A Voice in the Wind
- First print paperback cover
- Author: Francine Rivers
- Language: English
- Publisher: Tyndale House Publishers
- Publication place: United States
- Media type: Print
- Pages: 520 pp
- ISBN: 0-8423-7750-6
- OCLC: 27684136
- Dewey Decimal: 813/.54 20
- LC Class: PS3568.I83165 V65 1993
- Followed by: An Echo in the Darkness

= A Voice in the Wind =

1993 novel by Francine Rivers

A Voice in the Wind (1993) is a novel by Francine Rivers, and the first book in the Mark of the Lion Series.

== Synopsis ==
The story follows the life of a young Christian-Jewish slave named Hadassah living under the Roman Empire. When Jerusalem falls to Roman forces in AD 70, Hadassah's whole family dies and she is taken to Rome as a slave. She is bought by the Valerian family to be a handmaid to their young teenage daughter, Julia. Julia is rebellious and willful, eager to grasp at all the pleasures that life has to offer. Julia initially dislikes Hadassah because of her homely appearance but comes to trust her and to rely on her gentleness and unconditional care. Hadassah is faithful and kind but afraid of many things. As the story progresses, she gains the courage to tell others about her faith in Jesus. Meanwhile, the Valerians oldest son, Marcus, is intrigued by Hadassah's innocence and unwavering faith, and begins to fall in love with her. Hadassah is equally attracted to Marcus but is worried that falling in love with him will lead her away from God because he is not a Christian. When Marcus confesses his feelings to Hadassah and asks her to marry him, she is faced with a difficult choice: stay close to God or fall for a man who will lead her away from her faith.

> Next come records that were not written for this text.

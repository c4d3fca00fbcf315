import fc from 'fast-check'
import { describe, expect, it } from 'vitest'
import { moveRow, setEntries, unsetMove } from '../../../../shared/settings/move-row'
import { sortedMoveKeys } from '../../../../shared/settings/sorted-keys'
import { arbitraryContent } from '../../../support/arbitrary-content'

describe('a row of the one shape', () => {
  it('begins with every key in the order of the canonical text, none of them set', () => {
    expect(Object.keys(unsetMove())).toEqual(sortedMoveKeys)
    expect(setEntries(unsetMove())).toEqual([])
  })

  it('has every key in that order and the values of the row that it was made of, a field that is new in the table included', () => {
    fc.assert(fc.property(arbitraryContent(), ({ moves }) => {
      for (const move of moves) {
        expect(Object.keys(moveRow(move))).toEqual(sortedMoveKeys)
        expect(Object.fromEntries(setEntries(moveRow(move)))).toStrictEqual(move)
      }
    }))
  })

  it('is a row of its own', () => {
    expect(unsetMove()).not.toBe(unsetMove())
  })
})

The story also follows Atretes, a young German tribesman who is captured by Roman soldiers and forced to fight as a gladiator. Atretes's pride and hatred for Rome fuels him in his struggle for survival in the arena, but he is gradually overcome with bitterness and despair at being forced to fight for the entertainment of the Roman mob.

A major theme of the novel is the quest for peace and meaning in the midst of the world of debauchery and pleasures that Rome has to offer. Hadassah's faith in God despite her sufferings and the impact that she has on the Valerian family is a central part of the story.